╔══

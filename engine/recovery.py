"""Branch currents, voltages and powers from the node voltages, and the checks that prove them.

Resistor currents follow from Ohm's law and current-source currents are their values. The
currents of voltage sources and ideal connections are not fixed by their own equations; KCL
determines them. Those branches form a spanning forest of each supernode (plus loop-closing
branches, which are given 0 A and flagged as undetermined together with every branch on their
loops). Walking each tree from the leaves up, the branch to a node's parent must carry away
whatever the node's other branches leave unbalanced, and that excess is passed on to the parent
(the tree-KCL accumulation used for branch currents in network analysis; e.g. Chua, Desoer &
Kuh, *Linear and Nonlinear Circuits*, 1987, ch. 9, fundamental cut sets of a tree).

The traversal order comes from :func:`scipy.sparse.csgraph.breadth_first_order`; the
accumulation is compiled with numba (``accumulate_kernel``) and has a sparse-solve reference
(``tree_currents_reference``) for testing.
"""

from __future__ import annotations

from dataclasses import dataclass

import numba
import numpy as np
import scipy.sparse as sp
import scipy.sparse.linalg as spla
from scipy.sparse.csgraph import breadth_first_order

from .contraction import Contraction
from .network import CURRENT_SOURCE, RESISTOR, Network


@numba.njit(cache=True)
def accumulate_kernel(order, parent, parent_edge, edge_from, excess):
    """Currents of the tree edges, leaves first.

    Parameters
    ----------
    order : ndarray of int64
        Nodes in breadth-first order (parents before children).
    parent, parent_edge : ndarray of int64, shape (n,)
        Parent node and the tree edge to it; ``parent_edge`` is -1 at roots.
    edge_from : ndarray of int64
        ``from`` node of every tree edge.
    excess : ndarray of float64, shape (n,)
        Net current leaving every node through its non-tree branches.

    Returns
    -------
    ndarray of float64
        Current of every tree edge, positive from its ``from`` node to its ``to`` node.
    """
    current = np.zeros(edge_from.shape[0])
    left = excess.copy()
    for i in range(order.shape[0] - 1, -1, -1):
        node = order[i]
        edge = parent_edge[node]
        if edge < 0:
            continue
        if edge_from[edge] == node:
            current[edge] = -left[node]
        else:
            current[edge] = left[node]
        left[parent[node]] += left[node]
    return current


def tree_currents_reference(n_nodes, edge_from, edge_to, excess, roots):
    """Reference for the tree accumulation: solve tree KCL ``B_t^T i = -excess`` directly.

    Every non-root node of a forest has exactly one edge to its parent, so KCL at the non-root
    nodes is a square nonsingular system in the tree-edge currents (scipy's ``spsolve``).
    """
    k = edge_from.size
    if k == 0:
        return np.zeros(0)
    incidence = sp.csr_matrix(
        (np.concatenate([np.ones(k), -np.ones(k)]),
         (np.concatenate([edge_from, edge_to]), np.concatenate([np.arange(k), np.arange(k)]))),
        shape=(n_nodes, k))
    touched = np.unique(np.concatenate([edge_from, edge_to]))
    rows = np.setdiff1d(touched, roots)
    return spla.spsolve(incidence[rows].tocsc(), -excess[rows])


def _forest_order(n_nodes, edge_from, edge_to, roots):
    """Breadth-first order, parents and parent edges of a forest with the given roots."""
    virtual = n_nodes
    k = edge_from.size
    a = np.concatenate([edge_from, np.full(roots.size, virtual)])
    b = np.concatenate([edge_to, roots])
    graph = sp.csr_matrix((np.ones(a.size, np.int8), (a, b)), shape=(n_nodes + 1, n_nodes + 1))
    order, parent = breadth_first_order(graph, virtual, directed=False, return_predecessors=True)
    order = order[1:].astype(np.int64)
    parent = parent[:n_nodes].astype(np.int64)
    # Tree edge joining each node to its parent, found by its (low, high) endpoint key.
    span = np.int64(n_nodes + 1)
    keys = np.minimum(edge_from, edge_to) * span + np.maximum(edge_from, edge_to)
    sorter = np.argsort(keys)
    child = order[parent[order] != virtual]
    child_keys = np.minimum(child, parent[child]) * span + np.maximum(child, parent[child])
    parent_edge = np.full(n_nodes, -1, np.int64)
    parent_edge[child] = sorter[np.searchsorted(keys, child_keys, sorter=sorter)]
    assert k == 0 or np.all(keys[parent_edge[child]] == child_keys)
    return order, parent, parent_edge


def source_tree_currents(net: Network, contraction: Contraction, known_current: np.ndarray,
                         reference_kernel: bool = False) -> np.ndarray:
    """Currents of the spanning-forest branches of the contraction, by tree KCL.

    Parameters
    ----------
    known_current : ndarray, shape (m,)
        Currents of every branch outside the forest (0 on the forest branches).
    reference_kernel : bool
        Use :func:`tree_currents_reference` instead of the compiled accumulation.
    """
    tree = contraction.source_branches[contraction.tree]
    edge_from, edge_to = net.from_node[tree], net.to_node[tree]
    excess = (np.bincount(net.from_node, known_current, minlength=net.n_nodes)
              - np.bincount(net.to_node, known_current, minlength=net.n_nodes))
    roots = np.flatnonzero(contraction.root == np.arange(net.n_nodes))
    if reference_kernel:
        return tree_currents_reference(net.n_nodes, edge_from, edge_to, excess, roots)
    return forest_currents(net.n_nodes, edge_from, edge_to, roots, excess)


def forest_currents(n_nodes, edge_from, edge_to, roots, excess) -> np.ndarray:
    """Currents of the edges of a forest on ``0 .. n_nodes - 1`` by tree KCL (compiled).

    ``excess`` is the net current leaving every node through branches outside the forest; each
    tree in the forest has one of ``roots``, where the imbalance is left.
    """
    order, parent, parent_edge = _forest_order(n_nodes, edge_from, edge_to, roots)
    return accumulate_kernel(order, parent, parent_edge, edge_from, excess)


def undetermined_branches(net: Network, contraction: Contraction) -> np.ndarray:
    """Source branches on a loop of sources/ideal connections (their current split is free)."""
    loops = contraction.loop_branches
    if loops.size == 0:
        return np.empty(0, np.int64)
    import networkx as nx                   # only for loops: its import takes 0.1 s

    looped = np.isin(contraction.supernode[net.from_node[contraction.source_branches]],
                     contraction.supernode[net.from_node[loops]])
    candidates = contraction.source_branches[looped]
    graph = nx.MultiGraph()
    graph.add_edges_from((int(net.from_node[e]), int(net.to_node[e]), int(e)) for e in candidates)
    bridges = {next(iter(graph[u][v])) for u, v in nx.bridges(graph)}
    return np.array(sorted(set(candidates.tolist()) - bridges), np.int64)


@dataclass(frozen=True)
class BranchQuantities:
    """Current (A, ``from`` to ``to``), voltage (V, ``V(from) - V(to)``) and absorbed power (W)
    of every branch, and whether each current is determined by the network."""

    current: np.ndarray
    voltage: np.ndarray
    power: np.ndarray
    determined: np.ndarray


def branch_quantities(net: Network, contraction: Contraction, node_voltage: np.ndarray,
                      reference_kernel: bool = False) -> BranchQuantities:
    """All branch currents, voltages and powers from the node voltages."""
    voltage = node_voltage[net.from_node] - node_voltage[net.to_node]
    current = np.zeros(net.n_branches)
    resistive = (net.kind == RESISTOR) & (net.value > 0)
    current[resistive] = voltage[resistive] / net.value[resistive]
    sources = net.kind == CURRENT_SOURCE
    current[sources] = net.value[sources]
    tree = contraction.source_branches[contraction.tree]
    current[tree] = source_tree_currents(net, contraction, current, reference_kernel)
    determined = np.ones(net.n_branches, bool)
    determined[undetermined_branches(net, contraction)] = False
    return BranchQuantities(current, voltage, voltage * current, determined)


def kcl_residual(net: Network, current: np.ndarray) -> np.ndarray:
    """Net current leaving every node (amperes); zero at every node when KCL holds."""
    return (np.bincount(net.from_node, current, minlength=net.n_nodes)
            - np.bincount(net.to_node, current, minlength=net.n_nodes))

╚══

Reproduce every line from the preceding data in which the word "through" can be found.

        Net current leaving every node through its non-tree branches.
    ``excess`` is the net current leaving every node through branches outside the forest; each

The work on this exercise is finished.